ASSIGNMENT:
Repeat exactly, and only, the lines below starting at the line that contains "MATCH_RTOL = 1e-9" and ending at the line that contains "their Thevenin and", inclusive of both.

DATA LISTING:
"""Encoding texts, with a content-addressed cache keyed by model fingerprint and texts."""

from __future__ import annotations

import contextlib
from collections.abc import Iterator, Sequence
from pathlib import Path
from typing import Any

import numpy as np

from ballast.core.progress import SILENT, Progress
from ballast.core.text import sha256_bytes
from ballast.io.files import atomic_file


@contextlib.contextmanager
def device_pool(model: Any, devices: Sequence[str]) -> Iterator[Any]:
    """sentence-transformers' own multi-process encoding: one process per entry of
    ``devices`` (e.g. ``["cuda:0", "cuda:1"]``, or ``["cpu", "cpu"]``), each with a copy of the
    model; ``None`` (encode in this process) for fewer than two devices. The processes are
    stopped on leaving, also on error."""
    if len(devices) < 2:
        yield None
        return
    pool = model.start_multi_process_pool(list(devices))
    try:
        yield pool
    finally:
        model.stop_multi_process_pool(pool)


def encode(
    model: Any,
    texts: list[str],
    *,
    batch_size: int = 64,
    label: str = "encoding",
    progress: Progress = SILENT,
    pool: Any = None,
    bf16: bool = False,
) -> np.ndarray:
    """Unit-normalised float32 embeddings, one row per text, in order; with a ``pool`` from
    ``device_pool``, each batch is shared out over its processes; with ``bf16``, computed
    under bfloat16 autocast on the CPU (fast only where the CPU has it natively).

    The batches keep the order given: encoding longest first (each batch padded to about its
    own length) measured 0.90-0.97x the speed of this on two real collections
    (bench/encode_speed.py, docs/scale.md)."""
    import torch

    out = []
    # With a pool, a step hands each process one batch (sentence-transformers' chunk_size).
    spread = {"pool": pool, "chunk_size": batch_size} if pool is not None else {}
    step = batch_size * (len(pool["processes"]) if pool is not None else 1)
    half = torch.autocast("cpu", dtype=torch.bfloat16, enabled=bf16)
    with torch.inference_mode(), half:
        for start in range(0, len(texts), step):
            batch = texts[start : start + step]
            emb = model.encode(
                batch,
                batch_size=batch_size,
                convert_to_numpy=True,
                normalize_embeddings=True,
                show_progress_bar=False,
                **spread,
            )
            out.append(np.asarray(emb, dtype=np.float32))
            progress.step(label, min(start + step, len(texts)), len(texts))
    if not out:
        dim = model.get_embedding_dimension()
        return np.zeros((0, dim), dtype=np.float32)
    return np.concatenate(out)


class EmbeddingCache:
    """Embeddings stored as ``<dir>/<model fp>/<hash of the texts>.npy``; writes are atomic.
    The hash covers the token limit and, for any precision but PyTorch float32 ("bfloat16",
    "onnx-float32", "onnx-int8"), the precision (float32 entries keep the key they had before
    the others existed)."""

    def __init__(self, root: str | Path) -> None:
        self.root = Path(root)

    def _path(self, model_fp: str, texts: list[str], max_seq_length: int, precision: str) -> Path:
        head = [str(max_seq_length)] + ([] if precision == "float32" else [precision])
        h = sha256_bytes("\0".join([*head, *texts]).encode("utf-8"))
        return self.root / model_fp[:24] / f"{h[:32]}.npy"

    def get(
        self, model_fp: str, texts: list[str], max_seq_length: int, precision: str = "float32"
    ) -> np.ndarray | None:
        path = self._path(model_fp, texts, max_seq_length, precision)
        if not path.is_file():
            return None
        try:
            arr = np.load(path, allow_pickle=False)
        except (ValueError, OSError):
            return None  # a damaged entry is recomputed
        return arr if arr.shape[0] == len(texts) else None

    def put(
        self, model_fp: str, texts: list[str], max_seq_length: int, emb: np.ndarray,
        precision: str = "float32",
    ) -> None:  # fmt: skip
        with atomic_file(self._path(model_fp, texts, max_seq_length, precision)) as fh:
            np.save(fh, emb, allow_pickle=False)


def encoding_name(backend: str, bf16: bool) -> str:
    """What ``evaluate.backend`` and the resolved ``evaluate.bf16`` encode in, as metrics.json's
    ``"encoding"`` and the cache say it: "float32", "bfloat16", "onnx-float32", "onnx-int8"."""
    if backend == "pytorch":
        return "bfloat16" if bf16 else "float32"
    return "onnx-int8" if backend == "onnx-int8" else "onnx-float32"


# Said by the gate and the report where a verdict rests on int8 encodings (docs/scale.md).
INT8_CAUTION = (
    "the figures were computed with int8 weights (evaluate.backend = onnx-int8), which moved a "
    "gain by 0.022 nDCG@10 on 366 real questions against float32 (docs/scale.md): use it to "
    "explore, and decide the verdict with evaluate.backend = pytorch"
)


def precision_of(model: Any, bf16: bool) -> str:
    """What an encoding with ``model`` is cached and reported as: an ONNX search encoder says
    its own ("onnx-float32", "onnx-int8"; bfloat16 autocast does not touch it), a PyTorch model
    "bfloat16" under ``bf16`` autocast, else "float32"."""
    return str(getattr(model, "search_precision", None) or ("bfloat16" if bf16 else "float32"))


def encode_cached(
    model: Any,
    model_fp: str,
    texts: list[str],
    cache: EmbeddingCache | None,
    *,
    batch_size: int = 64,
    label: str = "encoding",
    progress: Progress = SILENT,
    pool: Any = None,
    bf16: bool = False,
) -> np.ndarray:
    """``encode`` through ``cache`` (none: encode every time); each precision
    (``precision_of``) is cached apart."""
    msl = int(getattr(model, "max_seq_length", 0) or 0)
    precision = precision_of(model, bf16)
    if cache is not None:
        hit = cache.get(model_fp, texts, msl, precision)
        if hit is not None:
            progress.info(f"{label}: {len(texts)} embeddings from cache")
            return hit
    emb = encode(
        model, texts, batch_size=batch_size, label=label, progress=progress, pool=pool, bf16=bf16
    )
    if cache is not None:
        cache.put(model_fp, texts, msl, emb, precision)
    return emb
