def _flatten(prefix: str, obj: Any) -> list[tuple[str, str]]:
    """Nested summary dicts as ("a.b", "value") rows, keys sorted."""
    if isinstance(obj, dict):
        rows = []
        for k in sorted(obj):
            sub = f"{prefix}{k}." if isinstance(obj[k], dict) else f"{prefix}{k}"
            rows += _flatten(sub, obj[k])
        return rows
    if isinstance(obj, list):
        return [(prefix, ", ".join(str(x) for x in obj) or "none")]
    return [(prefix, "none" if obj is None else str(obj))]


def _counts(inp: ReportInputs) -> list[tuple[str, list[tuple[str, str]]]]:
    """Synthesis, filtering and mining counts, flattened from the stages' summaries."""
    out = []
    for stage in ("ingest", "synth", "split", "mine", "train"):
        summary = inp.stages.get(stage)
        if summary:
            rows = _flatten("", {k: v for k, v in summary.items() if k != "loss_history"})
            out.append((stage, rows))
    return out


@dataclass(frozen=True)
class Example:
    query_id: str
    text: str
    origin: str
    diff: float
    base_value: float
    tuned_value: float
    relevant: list[str]
    top: dict[str, list[tuple[int, str, float, bool]]]  # model -> (rank, pid, score, relevant)


def _examples(inp: ReportInputs, split: str, metric: str) -> tuple[list[Example], list[Example]]:
    diffs = _diffs(inp, split, metric)
    base = _per_query_values(inp, split, BASE, metric)
    tuned = _per_query_values(inp, split, TUNED, metric)
    rels = inp.qrels.get(split, {})

    def make(q: str, d: float) -> Example:
        qrow = inp.queries.get(q, {})
        relevant = sorted(p for p, g in rels.get(q, {}).items() if g > 0)
        top = {}
        for model in (BASE, TUNED):
            ranking = inp.runs.get(model, {}).get(split, {}).get(q, [])
            top[model] = [
                (i + 1, pid, s, pid in relevant)
                for i, (pid, s) in enumerate(ranking[:TOP_PASSAGES])
            ]
        return Example(
            q,
            str(qrow.get("text", "(query text not found)")),
            str(qrow.get("origin", "")),
            d,
            base.get(q, 0.0),
            tuned.get(q, 0.0),
            relevant,
            top,
        )

    losses = [make(q, d) for q, d in diffs if d < 0][:EXAMPLES]
    wins = [make(q, d) for q, d in reversed(diffs) if d > 0][:EXAMPLES]
    return losses, wins


def _passage_text(inp: ReportInputs, pid: str) -> str:
    p = inp.passages.get(pid)
    if p is None:
        return "(passage text not found)"
    text = " ".join(str(p.get("text", "")).split())
    return text if len(text) <= SNIPPET else text[: SNIPPET - 1].rstrip() + "…"


def _max_k(inp: ReportInputs) -> int:
    ks = [len(r) for m in inp.runs.values() for s in m.values() for r in s.values()]
    return max(ks) if ks else 0


def _curves(inp: ReportInputs, split: str) -> dict[str, dict[str, list[float]]] | None:
    qrels = inp.qrels.get(split)
    max_k = _max_k(inp)
    if not qrels or max_k == 0:
        return None
    out = {}
    for model in (BASE, TUNED):
        ranking = inp.runs.get(model, {}).get(split)
        if ranking is None:
            return None
        qids = sorted(q for q in ranking if q in qrels)
        out[model] = k_curves(ranking, qrels, qids, max_k)
    return out


# ---------------------------------------------------------------------------------------
# SVG charts. Coordinates are rounded so the output is stable byte for byte.


# ---------------------------------------------------------------------------------------
# HTML

CSS = """
body{font:15px/1.45 system-ui,-apple-system,"Segoe UI",Roboto,sans-serif;color:#1a202c;
margin:0;background:#f7fafc}
main{max-width:1080px;margin:0 auto;padding:24px 28px 60px;background:#fff}
h1{font-size:26px;margin:0 0 4px}h2{font-size:20px;margin:32px 0 8px;border-bottom:1px solid
#e2e8f0;padding-bottom:4px}h3{font-size:16px;margin:20px 0 6px}
table{border-collapse:collapse;margin:8px 0 12px;font-size:13.5px}
th,td{border:1px solid #e2e8f0;padding:4px 8px;text-align:right;vertical-align:top}
th{background:#edf2f7}td.l,th.l{text-align:left}
.verdict{padding:12px 16px;border-radius:6px;font-weight:600;font-size:17px}
.pass{background:#e6f4ea;border:1px solid #2f855a}.fail{background:#fdecea;border:1px solid
#c53030}.muted{color:#4a5568}.charts{display:flex;flex-wrap:wrap;gap:18px;align-items:flex-start}
figure{margin:0}figcaption{font-size:13px;color:#4a5568}
svg .tick{font-size:11px;fill:#4a5568}svg .lab{font-size:12px;fill:#1a202c}
.ex{border:1px solid #e2e8f0;border-radius:6px;padding:8px 12px;margin:10px 0}
.ex .q{font-weight:600}.cols{display:flex;gap:14px}.cols>div{flex:1;min-width:0}
ol.top{padding-left:22px;margin:4px 0}ol.top li{margin:4px 0;font-size:13.5px}
.rel{background:#e6f4ea}.pid{font-family:ui-monospace,monospace;font-size:12px;color:#4a5568}
"""

DASHED = ("base nDCG", "tuned nDCG")
CSP = "default-src 'none'; style-src 'unsafe-inline'; img-src data:"


def _num(x: Any, fmt: str = ".4f") -> str:
    if x is None or (isinstance(x, float) and not math.isfinite(x)):
        return "–"
    return format(x, fmt)


def _metric_table(info: dict[str, Any], metrics: list[str], pct: str) -> str:
    comp = info.get("comparisons", {}).get(f"{TUNED}_vs_{BASE}", {})
    rows = [
        "<table><tr><th class=l>metric</th><th>base</th><th>tuned</th><th>difference</th>"
        f"<th>{E(pct)} interval</th><th>p (randomization)</th><th>better / worse / tied</th></tr>"
    ]
    for m in metrics:
        b = info["models"].get(BASE, {}).get(m, {}).get("mean")
        t = info["models"].get(TUNED, {}).get(m, {}).get("mean")
        c = comp.get(m, {})
        ci = f"[{_num(c.get('ci_low'), '+.4f')}, {_num(c.get('ci_high'), '+.4f')}]" if c else "–"
        wlt = f"{c['wins']} / {c['losses']} / {c['ties']}" if c else "–"
        rows.append(
            f"<tr><td class=l>{E(m)}</td><td>{_num(b)}</td><td>{_num(t)}</td>"
            f"<td>{_num(c.get('mean_diff'), '+.4f')}</td><td>{ci}</td>"
            f"<td>{_num(c.get('p_value'))}</td><td>{wlt}</td></tr>"
        )
    rows.append("</table>")
    return "".join(rows)


def _example_html(inp: ReportInputs, ex: Example, metric: str) -> str:
    parts = [
        f'<div class="ex"><div class="q">{E(ex.text)}</div>'
        f'<div class="muted">query <span class="pid">{E(ex.query_id)}</span>'
        f"{' (' + E(ex.origin) + ')' if ex.origin else ''}: {E(metric)} base "
        f"{ex.base_value:.4f} → tuned {ex.tuned_value:.4f} ({ex.diff:+.4f})</div>"
    ]
    if ex.relevant:
        rel = ex.relevant[0]
        parts.append(
            f'<div class="muted">relevant passage <span class="pid">{E(rel)}</span>'
            f"{' and ' + str(len(ex.relevant) - 1) + ' more' if len(ex.relevant) > 1 else ''}"
            f": {E(_passage_text(inp, rel))}</div>"
        )
    parts.append('<div class="cols">')
    for model in (BASE, TUNED):
        parts.append(f"<div><b>{E(model)}</b> top {TOP_PASSAGES}<ol class=top>")
        for rank, pid, score, relevant in ex.top.get(model, []):
            cls = ' class="rel"' if relevant else ""
            mark = " ✓ relevant" if relevant else ""
            parts.append(
                f'<li{cls} value="{rank}"><span class="pid">{E(pid)} · {score:.3f}{mark}</span>'
                f"<br>{E(_passage_text(inp, pid))}</li>"
            )
        parts.append("</ol></div>")
    parts.append("</div></div>")
    return "".join(parts)
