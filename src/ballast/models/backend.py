"""What the stages encode with for search (``evaluate.backend``): the PyTorch model, the
reference, or its ONNX graph run by onnxruntime, in float32 or with int8 weights."""

from __future__ import annotations

from pathlib import Path
from typing import Any

from ballast.core.progress import SILENT, Progress


def load_search_encoder(
    path: Path,
    fp: str,
    backend: str,
    cache_root: Path,
    max_seq_length: int | None,
    *,
    progress: Progress = SILENT,
) -> Any:
    """The model at ``path`` as the stages encode with it for search (``evaluate.backend``):
    "pytorch", a SentenceTransformer; "onnx" or "onnx-int8", its ONNX graph exported once per
    fingerprint ``fp`` under ``cache_root`` (``models.onnx.search_encoder``). Both answer
    ``models.encode.encode``; ``max_seq_length`` None keeps the model's own limit."""
    from ballast.models.loading import load_encoder

    if backend == "pytorch":
        return load_encoder(path, max_seq_length=max_seq_length)
    from ballast.models.onnx import search_encoder

    if max_seq_length is None:
        max_seq_length = int(load_encoder(path).max_seq_length)
    return search_encoder(path, fp, backend, cache_root, max_seq_length,
                          progress=progress)  # fmt: skip
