# -- transforms ---------------------------------------------------------------------------------
def transform(point: tuple[float, float], rotation: int = 0,
              mirror: bool = False) -> tuple[float, float]:
    """Local symbol point -> offset on the sheet: mirror x first, then rotate clockwise."""
    x, y = point
    if mirror:
        x = -x
    turns = (rotation // 90) % 4
    for _ in range(turns):
        x, y = -y, x
    return (x, y)


def pin_positions(kind: str, at: Point, rotation: int = 0,
                  mirror: bool = False) -> tuple[Point, ...]:
    """Sheet positions of a placed symbol's pins, in the order of :data:`PINS`."""
    ax, ay = at
    out = []
    for pin in PINS[kind]:
        dx, dy = transform(pin, rotation, mirror)
        out.append((ax + int(dx), ay + int(dy)))
    return tuple(out)


def _moved(point: FPoint, at: FPoint, rotation: int, mirror: bool) -> FPoint:
    dx, dy = transform(point, rotation, mirror)
    return (at[0] + dx, at[1] + dy)


def place(item: Shape | TextAnchor, at: FPoint = (0, 0), rotation: int = 0,
          mirror: bool = False) -> Shape | TextAnchor:
    """The same shape or anchor on the sheet, for a symbol placed at ``at``.

    ``rotation`` is clockwise on screen, a multiple of 90 degrees; ``mirror`` flips x first.
    An arc's angles follow (mirror: a -> 180 - a and the span changes sign; a clockwise
    rotation by r: a -> a - r). An anchor keeps its text upright: its ``align`` turns with the
    symbol, so a designator above a horizontal part lies beside it once the part is vertical.
    """
    if isinstance(item, Line):
        return Line(tuple(_moved(p, at, rotation, mirror) for p in item.points))
    if isinstance(item, Polygon):
        return replace(item, points=tuple(_moved(p, at, rotation, mirror) for p in item.points))
    if isinstance(item, Circle):
        return replace(item, center=_moved(item.center, at, rotation, mirror))
    if isinstance(item, Arc):
        start, span = item.start_deg, item.span_deg
        if mirror:
            start, span = 180.0 - start, -span
        start = (start - (rotation // 90 % 4) * 90.0) % 360.0
        return Arc(_moved(item.center, at, rotation, mirror), item.radius, start, span)
    vector = transform(_ALIGN_VECTOR[item.align], rotation, mirror)
    align = _VECTOR_ALIGN[(round(vector[0]), round(vector[1]))]
    return TextAnchor(item.role, _moved(item.at, at, rotation, mirror), align)
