def test_realisation_outside_double_range_is_refused_by_name() -> None:
    # an impedance of j 1e10 Ω at 1e-300 Hz is an inductance X / w = 1.6e309 H, past the
    # largest double (common practice: IEEE 754 binary64 tops out near 1.8e308)
    c = Circuit()
    c.voltage_source("V1", "in", GROUND, 1.0)
    c.impedance("Z1", "in", "a", 1e10j)
    eq = equivalent(c, set(c.names), ("a", GROUND), 1e-300)
    with pytest.raises(CircuitError, match="inductor outside the range of double precision"):
        eq.realisation()


def test_a_frequency_whose_impedances_overflow_is_refused_by_name() -> None:
    # 1 µF at 1e-310 Hz: 1 / (w C) = 1.6e315 Ω, past the largest double (common practice:
    # IEEE 754 binary64 tops out near 1.8e308); no form may be claimed with a quantity of nan
    c = Circuit()
    c.current_source("I1", GROUND, "a", 1)
    c.capacitor("C1", "a", GROUND, 1e-6)
    with pytest.raises(CircuitError, match="1e-310 Hz some part impedances overflow"):
        equivalent(c, set(c.names), ("a", GROUND), 1e-310)


@pytest.mark.parametrize("freq", [0.0, 1e3])
def test_a_tiny_part_among_kiloohms_is_judged_equivalent(freq: float) -> None:
    # Thevenin's theorem (common practice): the collapsed region reproduces the outside exactly,
    # so a 100 µΩ part beside kΩ parts must not read as a deviation (the check is judged
    # against the solution's own scale, and the wide form keeps the small part's digits)
    c = Circuit()
    c.voltage_source("V1", "in", GROUND, 10)
    c.resistor("R1", "in", "a", "1k")
    c.resistor("R2", "a", "b", "100u")
    c.resistor("R3", "b", GROUND, "2k2")
    c.capacitor("C1", "b", GROUND, "10n")
    c.resistor("RL", "b", GROUND, "4k7")
    region = {"V1", "R1", "R2", "R3", "C1"}
    reduced = collapse(c, region, ("b", GROUND), freq)
    report = check_equivalence(c, reduced, region, port=("b", GROUND), freq=freq,
                               loads=[0, "100u", "1k", 1e9])
    assert report.within(1e-9), report
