"""The live equivalent panel: the current region's Thevenin and Norton equivalents as the user
edits, the analysis settings, and the region's own controls (its name, its port: automatic or
plus and minus chosen from its nets) and commands (swap polarity, collapse, expand, remove).

It reads the numbers from app.analysis.LiveAnalysis and writes only through undo commands; for
an invalid cut it shows the reason in plain words (the canvas highlights what is named).
"""

from __future__ import annotations

import html
import re
from dataclasses import replace

from PySide6.QtCore import Qt
from PySide6.QtGui import QUndoCommand
from PySide6.QtWidgets import (
    QButtonGroup,
    QComboBox,
    QDockWidget,
    QFormLayout,
    QFrame,
    QGridLayout,
    QHBoxLayout,
    QLabel,
    QPushButton,
    QRadioButton,
    QScrollArea,
    QVBoxLayout,
    QWidget,
)

from portcut.engine.errors import CircuitError
from portcut.engine.schematic import Block, Change, Document, Region
from portcut.engine.schematic.captions import block_caption, drawn_form
from portcut.engine.schematic.connectivity import block_equivalent, extract
from portcut.engine.schematic.ports import region_nets
from portcut.engine.schematic.reduction import RegionAnalysis, collapse_region, expand_block
from portcut.engine.solve.equivalent import EquivalenceReport, Equivalent
from portcut.engine.solve.mna import describe_freq
from portcut.engine.solve.units import format_complex, format_eng, parse_frequency

from ..analysis import LiveAnalysis
from ..canvas import Canvas
from ..commands import RemoveElements, ReplaceElements, SetAnalysis, edit_command
from ..region_edits import ROLES, net_shown, port_text, renamed, with_port_net
from ..workbench import Workbench
from .entry import ERROR_STYLE, CheckedEntry, mark_error

__all__ = ["EquivalentDock", "block_text", "boundary_text", "equivalence_text", "expand_command",
           "forms_text", "keep_values", "power_text", "realisation_text"]

#: Relative deviation below which the reduced circuit counts as reproducing the original.
MATCH_RTOL = 1e-9
_NO_REGION = ("No region yet. Choose Tools > Boundary (B) and drag a lasso around the parts to "
              "reduce; their Thevenin and Norton equivalents appear here as you edit.")
_PICK_BLOCK = ("Select a collapsed block to see its values and expand it, or choose Tools > "
               "Boundary (B) and drag a lasso around parts to reduce them.")


# -- texts ----------------------------------------------------------------------------------------
def _names(names: list[str], most: int = 6) -> str:
    if not names:
        return "nothing"
    shown = ", ".join(names[:most])
    return shown if len(names) <= most else f"{shown} and {len(names) - most} more"


def boundary_text(analysis: RegionAnalysis) -> list[str]:
    """For each net a refused cut names, the parts on it inside and outside the region (a
    collapsed block by its designator), so the user sees which part to take in or leave out."""
    if analysis.circuit is None:
        return []
    lines = []
    for net in sorted(analysis.bad_nets):
        sides: tuple[set[str], set[str]] = (set(), set())
        for part in analysis.circuit:
            if net in part.nets:
                # a block's parts and a device's members by their designator
                sides[part.name not in analysis.part_names].add(
                    part.name.split(".")[0].split(":")[0])
        inside, outside = (sorted(side) for side in sides)
        lines.append(f"On {net}: {_names(inside)} inside, {_names(outside)} outside")
    return lines


def block_text(block: Block, freq: float) -> list[str]:
    """What a collapsed block stands for: the region it replaced, the form drawn and its values
    at ``freq`` hertz (as the canvas captions them), or why it has none."""
    try:
        eq = block_equivalent(block, freq)
    except CircuitError as exc:
        return [f"{block.designator} has no equivalent: {exc}"]
    form = drawn_form(eq, block.form)
    source, z, at = block_caption(eq, form, freq)
    return [f"{block.designator} stands for the collapsed region “{block.region.name}”, "
            f"drawn in {form.title()} form.", f"{source}, {z} {at}."]
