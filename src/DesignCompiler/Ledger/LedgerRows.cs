namespace DesignCompiler.Ledger;

/// <summary>The rows of the ledger's tables exactly as stored; the chain is checked on these, before anything is interpreted.</summary>
internal sealed record LedgerRows(
    IReadOnlyDictionary<string, string> Meta,
    IReadOnlyDictionary<string, string> Designs,
    IReadOnlyList<EntryRow> Entries,
    IReadOnlyList<RoundRow> Rounds,
    IReadOnlyList<PlotRow> Plots,
    IReadOnlyList<RecordRow> Records,
    IReadOnlyList<OutcomeRow> Outcomes,
    IReadOnlyList<AmendmentRow> Amendments);

internal sealed record EntryRow(long Seq, string Kind, int Round, string DesignHash, string User, string At, string ToolVersion, string PrevHash, string Hash);

internal sealed record RoundRow(int Round, long EntrySeq, string PlanJson, string PlanData);

internal sealed record PlotRow(int Round, int Ordinal, string Block, int BlockIndex, int PlotIndex, string PlotId, int? Row, int? Column, string Arm, int ArmIndex);

internal sealed record RecordRow(long EntrySeq, int Round, string FileName, string FileSha256);

internal sealed record OutcomeRow(
    int Round, int Ordinal, string PlotId, string Arm, double? Value, string? ValueText, string? MissingReason, string Notes, int Line, long EntrySeq);

internal sealed record AmendmentRow(long EntrySeq, string OldHash, string NewHash, string Reason);

/// <summary>The kinds of entry, as stored in <c>entries.kind</c>.</summary>
public static class EntryKinds
{
    public const string Issue = "issue";
    public const string Record = "record";
    public const string Amend = "amend";
}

SOLUTION BELOW:
MATCH_RTOL = 1e-9
_NO_REGION = ("No region yet. Choose Tools > Boundary (B) and drag a lasso around the parts to "
              "reduce; their Thevenin and Norton equivalents appear here as you edit.")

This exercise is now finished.